- **Exercise brief**:
Write the entries out exactly, with the final line being the one containing "const COEFFICIENTS: &str".

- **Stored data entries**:
---------------
//! Reference multiparameter Helmholtz-energy equations of state: the coefficients of each gas
//! and the reduced Helmholtz energy α(δ, τ) = α⁰ + αʳ with its derivatives.
//!
//! The coefficients live in `data/equations_of_state.json`, written by
//! `tools/eos_coefficients.py` and embedded at build time; each gas's paper is cited there.
//! Derivatives are exact: closed forms for the power, exponential and Gaussian terms, and
//! second-order dual numbers for the non-analytic terms of carbon dioxide, whose closed forms
//! run to pages.

use std::sync::OnceLock;

use serde::Deserialize;

/// The embedded coefficient file.
const COEFFICIENTS: &str = include_str!("../../../data/equations_of_state.json");

/// A reduced Helmholtz energy and its derivatives in δ and τ up to the second order.
#[derive(Debug, Clone, Copy, Default, PartialEq)]
pub struct Derivatives {
    /// The value.
    pub a: f64,
    /// ∂/∂δ.
    pub d: f64,
    /// ∂²/∂δ².
    pub dd: f64,
    /// ∂/∂τ.
    pub t: f64,
    /// ∂²/∂τ².
    pub tt: f64,
    /// ∂²/∂δ∂τ.
    pub dt: f64,
}

/// A reduced Helmholtz energy and its δ-derivatives at one temperature.
#[derive(Debug, Clone, Copy, Default, PartialEq)]
pub struct Isothermal {
    /// The value.
    pub a: f64,
    /// ∂/∂δ.
    pub d: f64,
    /// ∂²/∂δ².
    pub dd: f64,
}

/// An equation of state along one isotherm ([`Equation::isotherm`]).
#[derive(Debug, Clone)]
pub struct Isotherm<'a> {
    eq: &'a Equation,
    /// The temperature, K.
    pub t: f64,
    tau: f64,
    /// n·τ^t of each power term.
    power: Vec<f64>,
    /// n·τ^t·exp(−β(τ − γ)²) of each Gaussian term.
    gaussian: Vec<f64>,
}

impl Isotherm<'_> {
    /// The limit of ∂αʳ/∂δ as δ → 0: the second virial coefficient B(T) times the reducing
    /// density, from the terms linear in δ alone.
    pub fn second_virial_reduced(&self) -> f64 {
        let (eq, tau) = (self.eq, self.tau);
        let power: f64 = eq
            .power
            .iter()
            .zip(&self.power)
            .filter(|(p, _)| p.di == 1)
            .map(|(_, c)| c)
            .sum();
        let gaussian: f64 = eq
            .gaussian
            .iter()
            .zip(&self.gaussian)
            .filter(|(g, _)| g[1] == 1.0)
            .map(|(&[_, _, _, eta, eps, ..], g)| g * (-eta * eps * eps).exp())
            .sum();
        // At δ = 0, (δ − 1)² = 1: θ = 1 − τ + A, Δ = θ² + B, and the term's slope is n·Δ^b·ψ.
        let non_analytic: f64 = eq
            .non_analytic
            .iter()
            .map(|&[n, _, b, _, big_a, big_b, big_c, big_d]| {
                let theta = 1.0 - tau + big_a;
                n * (theta * theta + big_b).powf(b) * (-big_c - big_d * (tau - 1.0).powi(2)).exp()
            })
            .sum();
        power + gaussian + non_analytic
    }

    /// Pressure and (∂p/∂ρ)_T at density `rho`: all a density solver needs.
    pub fn pressure(&self, rho: f64) -> (f64, f64) {
        let eq = self.eq;
        let delta = rho / (eq.fluid.molar_mass * eq.fluid.rho_reducing);
        let r = self.residual(delta);
        let rt = eq.r_specific() * self.t;
        (
            rho * rt * (1.0 + delta * r.d),
            rt * (1.0 + delta * (2.0 * r.d + delta * r.dd)),
        )
    }

    /// αʳ and its δ-derivatives at `delta` (the τ-derivatives are not needed along an
    /// isotherm, and carbon dioxide's dual numbers carry δ alone).
    pub fn residual(&self, delta: f64) -> Isothermal {
        let eq = self.eq;
        let id = 1.0 / delta;
        let mut delta_k = [1.0; MAX_D + 1];
        for k in 1..=MAX_D {
            delta_k[k] = delta_k[k - 1] * delta;
        }
        let mut exp_l = [1.0; MAX_L + 1];
        for l in 1..=MAX_L {
            if eq.uses_l[l] {
                exp_l[l] = (-delta_k[l]).exp();
            }
        }
        let mut o = Derivatives::default();
        let (mut sd, mut sdd) = (0.0, 0.0);
        for (p, c) in eq.power.iter().zip(&self.power) {
            let dl = if p.l == 0 { 0.0 } else { delta_k[p.l] };
            let v = c * delta_k[p.di] * exp_l[p.l];
            let big_d = p.d - p.lf * dl;
            o.a += v;
            sd += v * big_d;
            sdd += v * (big_d * (big_d - 1.0) - p.l2 * dl);
        }
        o.d = sd * id;
        o.dd = sdd * id * id;
        let ld = delta.ln();
        for (&[_, d, _, eta, eps, ..], g) in eq.gaussian.iter().zip(&self.gaussian) {
            let x = delta - eps;
            let v = g * (d * ld - eta * x * x).exp();
            let fd = d * id - 2.0 * eta * x;
            o.a += v;
            o.d += v * fd;
            o.dd += v * (fd * fd - d * id * id - 2.0 * eta);
        }
        if !eq.non_analytic.is_empty() {
            eq.add_non_analytic::<false>(delta, self.tau, &mut o);
        }
        Isothermal {
            a: o.a,
            d: o.d,
            dd: o.dd,
        }
    }
}

/// One gas's equation of state, as the file gives it (molar basis, SI).
#[derive(Debug, Deserialize)]
#[serde(deny_unknown_fields)]
pub struct Fluid {
    /// pvhazard's name of the gas.
    pub gas: String,
    /// The paper(s) the equation is published in.
    pub reference: String,
    /// Air: a mixture treated as one fluid; its phase boundary is then only approximate.
    pub pseudo_pure: bool,
    /// Molar mass used by the equation, kg/mol.
    pub molar_mass: f64,
    /// The equation's own molar gas constant, J/(mol·K).
    pub gas_constant: f64,
    /// Reducing temperature T_r of τ = T_r/T, K.
    pub t_reducing: f64,
    /// Reducing molar density ρ_r of δ = ρ/ρ_r, mol/m³.
    pub rho_reducing: f64,
    /// Critical temperature, K.
    pub t_critical: f64,
    /// Critical pressure, Pa.
    pub p_critical: f64,
    /// Critical molar density, mol/m³.
    pub rho_critical: f64,
    /// Triple-point temperature (helium: the lambda point), K.
    pub t_triple: f64,
    /// Highest temperature the equation is stated for, K.
    pub t_max: f64,
    /// Highest pressure the equation is stated for, Pa.
    pub p_max: f64,
    ideal: Ideal,
    residual: Residual,
    /// Ancillary saturation curves: starting guesses for the phase-equilibrium solver.
    pub ancillary: Ancillaries,
}

#[derive(Debug, Deserialize)]
#[serde(deny_unknown_fields)]
struct Ideal {
    lead: [f64; 2],
    log_tau: f64,
    power: Columns,
    planck_einstein: Columns,
    planck_generalized: Columns,
}

#[derive(Debug, Deserialize)]
#[serde(deny_unknown_fields)]
struct Residual {
    power: Columns,
    gaussian: Columns,
    non_analytic: Columns,
}

/// Coefficient columns of one kind of term, by the names the file uses.
#[derive(Debug, Deserialize)]
#[serde(transparent)]
struct Columns(std::collections::BTreeMap<String, Vec<f64>>);

impl Columns {
    /// The rows of the named columns; panics on a malformed file, which the tests rule out.
    fn rows<const N: usize>(&self, names: [&str; N]) -> Vec<[f64; N]> {
        let cols = names.map(|n| {
            self.0
                .get(n)
                .unwrap_or_else(|| panic!("coefficient column {n} missing"))
        });
        let len = cols[0].len();
        assert!(
            cols.iter().all(|c| c.len() == len),
            "ragged coefficient columns"
        );
        (0..len).map(|i| cols.map(|c| c[i])).collect()
    }
}

/// The three ancillary curves of a gas.
#[derive(Debug, Deserialize)]
#[serde(deny_unknown_fields)]
pub struct Ancillaries {
    /// Saturation (vapour) pressure.
    pub p_sat: Ancillary,
    /// Saturated-liquid molar density.
    pub rho_liquid: Ancillary,
    /// Saturated-vapour molar density.
    pub rho_vapour: Ancillary,
}

/// x/x_r = exp((T_r/T)·Σ n·θ^t) or 1 + Σ n·θ^t, θ = 1 − T/T_r.
#[derive(Debug, Deserialize)]
#[serde(deny_unknown_fields)]
pub struct Ancillary {
    kind: AncillaryKind,
    n: Vec<f64>,
    t: Vec<f64>,
    t_r: f64,
    reducing: f64,
    tau_r: bool,
    t_min: f64,
    t_max: f64,
}

#[derive(Debug, Clone, Copy, Deserialize)]
#[serde(rename_all = "lowercase")]
enum AncillaryKind {
    Exponential,
    Linear,
}

impl Ancillary {
    /// The curve's value at `t` (clamped to the range it was fitted over).
    pub fn at(&self, t: f64) -> f64 {
        let t = t.clamp(self.t_min, self.t_max.min(self.t_r));
        let theta = 1.0 - t / self.t_r;
        // θ^e through one logarithm (cheaper than a `powf` a term); θ = 0 at the top.
        let ln_theta = theta.ln();
        let sum: f64 = self
            .n
            .iter()
            .zip(&self.t)
            .map(|(n, e)| {
                n * if theta > 0.0 {
                    (e * ln_theta).exp()
                } else {
                    theta.powf(*e)
                }
            })
            .sum();
        match self.kind {
            AncillaryKind::Exponential => {
                let f = if self.tau_r { self.t_r / t } else { 1.0 };
                self.reducing * (f * sum).exp()
            }
            AncillaryKind::Linear => self.reducing * (1.0 + sum),
        }
    }
}

/// An equation of state ready to evaluate: the file's columns turned into term rows.
#[derive(Debug)]
pub struct Equation {
    /// The constants and ancillaries from the file.
    pub fluid: Fluid,
    power: Vec<PowerTerm>,
    /// Which l the power terms use: the exp(−δ^l) an isotherm evaluates.
    uses_l: [bool; MAX_L + 1],
    gaussian: Vec<[f64; 7]>,
    non_analytic: Vec<[f64; 8]>,
    ideal_power: Vec<[f64; 2]>,
    planck: Vec<[f64; 2]>,
    planck_generalized: Vec<[f64; 4]>,
    /// Saturation pressure at the triple point, Pa (from the equation itself).
    pub p_triple: f64,
    /// The highest temperature the two-phase solver accepts, K.
    pub t_sat_max: f64,
    /// Saturation pressure there, Pa.
    pub p_sat_max: f64,
    /// Where the gas stays a gas below the triple point, if it can be there at all.
    pub sublimation: Option<super::Sublimation>,
}

/// Every equation in the file, parsed once.
pub fn equations() -> &'static [Equation] {
    static ALL: OnceLock<Vec<Equation>> = OnceLock::new();
    ALL.get_or_init(|| {
        #[derive(Deserialize)]
        struct File {
            fluids: Vec<Fluid>,
        }
        let file: File =
            serde_json::from_str(COEFFICIENTS).expect("data/equations_of_state.json is valid");
        file.fluids
            .into_iter()
            .map(|f| {
                let mut eq = Equation::new(f);
                eq.t_sat_max = eq.highest_saturation_temperature();
                let psat = |t: f64| eq.saturation_t(t).map_or(f64::NAN, |s| s.p);
                (eq.p_triple, eq.p_sat_max) = (psat(eq.fluid.t_triple), psat(eq.t_sat_max));
                eq
            })
            .collect()
    })
}

/// The equation of state of the gas called `name`, if there is one.
pub fn equation(name: &str) -> Option<&'static Equation> {
    equations().iter().find(|e| e.fluid.gas == name)
}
---------------
- **Result below**:
//! Reference multiparameter Helmholtz-energy equations of state: the coefficients of each gas
//! and the reduced Helmholtz energy α(δ, τ) = α⁰ + αʳ with its derivatives.
//!
//! The coefficients live in `data/equations_of_state.json`, written by
//! `tools/eos_coefficients.py` and embedded at build time; each gas's paper is cited there.
//! Derivatives are exact: closed forms for the power, exponential and Gaussian terms, and
//! second-order dual numbers for the non-analytic terms of carbon dioxide, whose closed forms
//! run to pages.

use std::sync::OnceLock;

use serde::Deserialize;

/// The embedded coefficient file.
const COEFFICIENTS: &str = include_str!("../../../data/equations_of_state.json");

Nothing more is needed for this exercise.